Task brief: Lift every line from the entries that includes the word "waveOf".
(Beginning of Record excerpts)
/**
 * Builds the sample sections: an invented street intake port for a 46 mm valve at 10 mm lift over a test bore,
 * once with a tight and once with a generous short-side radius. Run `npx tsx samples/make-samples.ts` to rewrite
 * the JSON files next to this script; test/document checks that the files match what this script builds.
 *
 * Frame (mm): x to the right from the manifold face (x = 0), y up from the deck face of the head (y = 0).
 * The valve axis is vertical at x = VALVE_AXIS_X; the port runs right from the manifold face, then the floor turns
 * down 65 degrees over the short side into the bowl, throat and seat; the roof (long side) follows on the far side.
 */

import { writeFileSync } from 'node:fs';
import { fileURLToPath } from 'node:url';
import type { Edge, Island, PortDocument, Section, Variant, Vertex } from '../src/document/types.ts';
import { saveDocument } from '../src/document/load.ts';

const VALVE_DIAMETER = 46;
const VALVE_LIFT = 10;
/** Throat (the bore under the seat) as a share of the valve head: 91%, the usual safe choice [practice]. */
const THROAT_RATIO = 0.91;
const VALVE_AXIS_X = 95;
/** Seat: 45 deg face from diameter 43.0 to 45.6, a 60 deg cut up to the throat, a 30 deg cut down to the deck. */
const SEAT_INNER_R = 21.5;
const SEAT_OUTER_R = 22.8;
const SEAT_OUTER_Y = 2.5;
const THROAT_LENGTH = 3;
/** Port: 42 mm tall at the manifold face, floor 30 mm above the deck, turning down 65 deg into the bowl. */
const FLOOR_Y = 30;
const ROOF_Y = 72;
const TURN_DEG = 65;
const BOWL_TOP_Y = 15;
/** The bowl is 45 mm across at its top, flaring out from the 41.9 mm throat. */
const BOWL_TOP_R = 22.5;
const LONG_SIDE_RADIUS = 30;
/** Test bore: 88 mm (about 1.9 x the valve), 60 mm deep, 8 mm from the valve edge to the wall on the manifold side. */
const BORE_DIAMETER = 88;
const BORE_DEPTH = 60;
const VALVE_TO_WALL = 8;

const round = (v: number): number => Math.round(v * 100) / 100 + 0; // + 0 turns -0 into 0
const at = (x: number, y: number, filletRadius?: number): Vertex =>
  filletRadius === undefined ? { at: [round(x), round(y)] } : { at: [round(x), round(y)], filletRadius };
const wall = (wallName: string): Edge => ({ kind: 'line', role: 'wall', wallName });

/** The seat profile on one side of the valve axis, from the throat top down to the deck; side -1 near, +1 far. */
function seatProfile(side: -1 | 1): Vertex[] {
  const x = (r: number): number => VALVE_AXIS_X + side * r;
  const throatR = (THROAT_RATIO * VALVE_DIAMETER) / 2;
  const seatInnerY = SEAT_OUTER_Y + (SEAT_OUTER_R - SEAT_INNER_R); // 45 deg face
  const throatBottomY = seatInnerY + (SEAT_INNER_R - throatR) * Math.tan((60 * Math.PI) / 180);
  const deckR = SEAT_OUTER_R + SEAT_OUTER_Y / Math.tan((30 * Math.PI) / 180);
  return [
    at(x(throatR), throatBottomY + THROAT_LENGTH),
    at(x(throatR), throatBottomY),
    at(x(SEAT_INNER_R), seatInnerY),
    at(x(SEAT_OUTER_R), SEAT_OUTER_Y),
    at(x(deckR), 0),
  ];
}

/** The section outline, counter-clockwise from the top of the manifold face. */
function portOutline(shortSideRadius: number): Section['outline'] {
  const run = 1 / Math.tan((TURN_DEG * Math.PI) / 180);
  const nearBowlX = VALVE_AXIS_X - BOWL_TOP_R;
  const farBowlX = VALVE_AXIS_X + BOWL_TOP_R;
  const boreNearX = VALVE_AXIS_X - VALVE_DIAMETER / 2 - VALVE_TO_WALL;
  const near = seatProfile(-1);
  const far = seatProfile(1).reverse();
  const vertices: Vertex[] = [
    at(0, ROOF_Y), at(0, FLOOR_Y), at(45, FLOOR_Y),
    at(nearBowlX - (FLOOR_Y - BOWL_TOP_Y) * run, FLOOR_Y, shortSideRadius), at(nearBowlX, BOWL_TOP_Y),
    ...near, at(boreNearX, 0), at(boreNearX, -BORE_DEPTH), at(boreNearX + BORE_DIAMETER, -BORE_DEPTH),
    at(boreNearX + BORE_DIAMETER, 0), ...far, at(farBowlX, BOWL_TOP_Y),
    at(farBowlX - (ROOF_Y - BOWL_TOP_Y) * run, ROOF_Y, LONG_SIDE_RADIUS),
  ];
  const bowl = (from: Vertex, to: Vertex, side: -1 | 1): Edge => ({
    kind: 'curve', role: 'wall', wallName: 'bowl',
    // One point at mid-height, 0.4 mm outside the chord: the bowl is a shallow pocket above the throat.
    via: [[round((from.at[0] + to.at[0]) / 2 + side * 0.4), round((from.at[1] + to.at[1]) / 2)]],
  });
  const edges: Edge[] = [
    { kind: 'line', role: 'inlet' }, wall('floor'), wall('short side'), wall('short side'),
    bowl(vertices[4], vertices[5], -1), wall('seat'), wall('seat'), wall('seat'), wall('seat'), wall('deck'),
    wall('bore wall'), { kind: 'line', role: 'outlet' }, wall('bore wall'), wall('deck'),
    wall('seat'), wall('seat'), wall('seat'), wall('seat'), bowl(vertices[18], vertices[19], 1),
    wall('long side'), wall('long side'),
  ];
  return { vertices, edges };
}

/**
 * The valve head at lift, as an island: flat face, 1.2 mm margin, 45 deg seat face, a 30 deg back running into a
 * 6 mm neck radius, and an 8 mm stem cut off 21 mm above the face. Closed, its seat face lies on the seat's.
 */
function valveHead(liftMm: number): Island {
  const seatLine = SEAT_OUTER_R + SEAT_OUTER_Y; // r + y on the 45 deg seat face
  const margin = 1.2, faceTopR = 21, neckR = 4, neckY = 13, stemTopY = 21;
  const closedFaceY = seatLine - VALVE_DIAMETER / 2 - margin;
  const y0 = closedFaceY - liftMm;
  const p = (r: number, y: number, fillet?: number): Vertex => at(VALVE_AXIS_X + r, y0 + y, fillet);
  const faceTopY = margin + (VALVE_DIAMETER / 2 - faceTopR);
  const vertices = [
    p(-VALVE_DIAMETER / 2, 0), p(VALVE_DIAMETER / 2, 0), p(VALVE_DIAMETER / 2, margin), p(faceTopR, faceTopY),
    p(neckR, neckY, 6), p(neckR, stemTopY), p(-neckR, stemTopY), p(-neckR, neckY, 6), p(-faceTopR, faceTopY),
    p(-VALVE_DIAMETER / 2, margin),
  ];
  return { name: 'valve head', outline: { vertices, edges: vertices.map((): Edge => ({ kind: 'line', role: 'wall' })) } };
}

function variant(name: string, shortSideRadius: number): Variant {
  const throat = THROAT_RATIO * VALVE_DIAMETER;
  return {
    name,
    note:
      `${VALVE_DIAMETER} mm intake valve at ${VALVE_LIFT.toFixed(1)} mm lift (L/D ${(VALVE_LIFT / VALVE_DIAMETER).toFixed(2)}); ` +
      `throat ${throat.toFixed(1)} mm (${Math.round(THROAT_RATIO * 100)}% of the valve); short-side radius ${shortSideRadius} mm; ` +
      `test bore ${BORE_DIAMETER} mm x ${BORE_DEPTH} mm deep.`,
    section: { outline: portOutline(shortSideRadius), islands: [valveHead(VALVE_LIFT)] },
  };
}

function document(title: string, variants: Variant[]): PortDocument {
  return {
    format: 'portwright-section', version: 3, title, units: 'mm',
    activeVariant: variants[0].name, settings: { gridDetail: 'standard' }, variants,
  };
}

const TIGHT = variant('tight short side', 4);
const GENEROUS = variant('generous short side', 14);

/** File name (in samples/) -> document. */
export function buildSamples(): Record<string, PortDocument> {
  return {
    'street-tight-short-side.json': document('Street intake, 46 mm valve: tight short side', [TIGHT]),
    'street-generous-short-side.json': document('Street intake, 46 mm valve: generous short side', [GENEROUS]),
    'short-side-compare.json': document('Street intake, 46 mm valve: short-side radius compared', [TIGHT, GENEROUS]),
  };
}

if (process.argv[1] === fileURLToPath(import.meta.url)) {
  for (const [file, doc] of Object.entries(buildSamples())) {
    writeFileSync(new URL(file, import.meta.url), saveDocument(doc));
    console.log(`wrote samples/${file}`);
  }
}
(End of Record excerpts)
(Beginning of Record excerpts)
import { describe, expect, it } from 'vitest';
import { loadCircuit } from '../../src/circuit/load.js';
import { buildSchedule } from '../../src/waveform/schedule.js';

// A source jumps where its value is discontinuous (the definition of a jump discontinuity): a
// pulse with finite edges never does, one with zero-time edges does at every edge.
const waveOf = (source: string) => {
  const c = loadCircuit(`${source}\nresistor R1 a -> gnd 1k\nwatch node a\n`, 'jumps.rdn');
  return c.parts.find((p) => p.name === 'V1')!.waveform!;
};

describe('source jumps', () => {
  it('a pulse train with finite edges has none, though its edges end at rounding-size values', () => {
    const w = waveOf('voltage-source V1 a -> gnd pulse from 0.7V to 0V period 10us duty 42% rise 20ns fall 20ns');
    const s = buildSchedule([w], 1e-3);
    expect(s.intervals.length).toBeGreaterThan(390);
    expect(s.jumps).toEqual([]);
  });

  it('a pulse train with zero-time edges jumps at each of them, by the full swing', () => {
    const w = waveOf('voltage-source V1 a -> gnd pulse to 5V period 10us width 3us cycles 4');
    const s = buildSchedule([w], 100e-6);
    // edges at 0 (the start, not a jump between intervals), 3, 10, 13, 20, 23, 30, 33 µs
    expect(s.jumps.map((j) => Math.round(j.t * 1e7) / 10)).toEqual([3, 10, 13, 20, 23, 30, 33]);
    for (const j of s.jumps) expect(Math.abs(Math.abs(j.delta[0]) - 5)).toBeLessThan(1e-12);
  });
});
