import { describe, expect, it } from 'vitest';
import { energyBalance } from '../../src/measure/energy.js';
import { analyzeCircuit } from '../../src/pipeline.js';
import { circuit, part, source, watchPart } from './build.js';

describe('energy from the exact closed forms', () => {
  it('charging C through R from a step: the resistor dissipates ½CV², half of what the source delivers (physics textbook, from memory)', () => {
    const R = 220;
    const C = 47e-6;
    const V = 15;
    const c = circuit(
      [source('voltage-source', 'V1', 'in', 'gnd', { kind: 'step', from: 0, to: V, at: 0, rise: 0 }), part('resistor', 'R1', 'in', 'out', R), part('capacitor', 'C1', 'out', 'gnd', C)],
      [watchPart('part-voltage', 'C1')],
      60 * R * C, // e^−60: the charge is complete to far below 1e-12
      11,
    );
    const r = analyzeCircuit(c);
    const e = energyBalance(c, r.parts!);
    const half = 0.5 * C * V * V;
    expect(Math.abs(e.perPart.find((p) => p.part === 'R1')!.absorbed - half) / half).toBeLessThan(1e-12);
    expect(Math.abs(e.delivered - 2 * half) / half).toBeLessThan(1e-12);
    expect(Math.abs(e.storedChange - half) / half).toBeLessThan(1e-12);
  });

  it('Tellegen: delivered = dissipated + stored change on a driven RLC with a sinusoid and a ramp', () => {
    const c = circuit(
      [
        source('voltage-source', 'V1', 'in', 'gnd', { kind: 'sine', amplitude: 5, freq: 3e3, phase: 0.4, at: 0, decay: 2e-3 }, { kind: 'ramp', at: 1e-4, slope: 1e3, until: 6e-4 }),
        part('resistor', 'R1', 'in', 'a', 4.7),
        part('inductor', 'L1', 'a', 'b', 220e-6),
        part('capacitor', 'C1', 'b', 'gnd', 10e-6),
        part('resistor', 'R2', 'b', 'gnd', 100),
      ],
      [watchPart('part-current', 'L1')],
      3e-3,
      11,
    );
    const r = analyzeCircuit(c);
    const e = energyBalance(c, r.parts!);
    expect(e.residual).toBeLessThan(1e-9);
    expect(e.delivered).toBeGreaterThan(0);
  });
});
(End of Record excerpts)
Exercise output:
const waveOf = (source: string) => {
    const w = waveOf('voltage-source V1 a -> gnd pulse from 0.7V to 0V period 10us duty 42% rise 20ns fall 20ns');
    const w = waveOf('voltage-source V1 a -> gnd pulse to 5V period 10us width 3us cycles 4');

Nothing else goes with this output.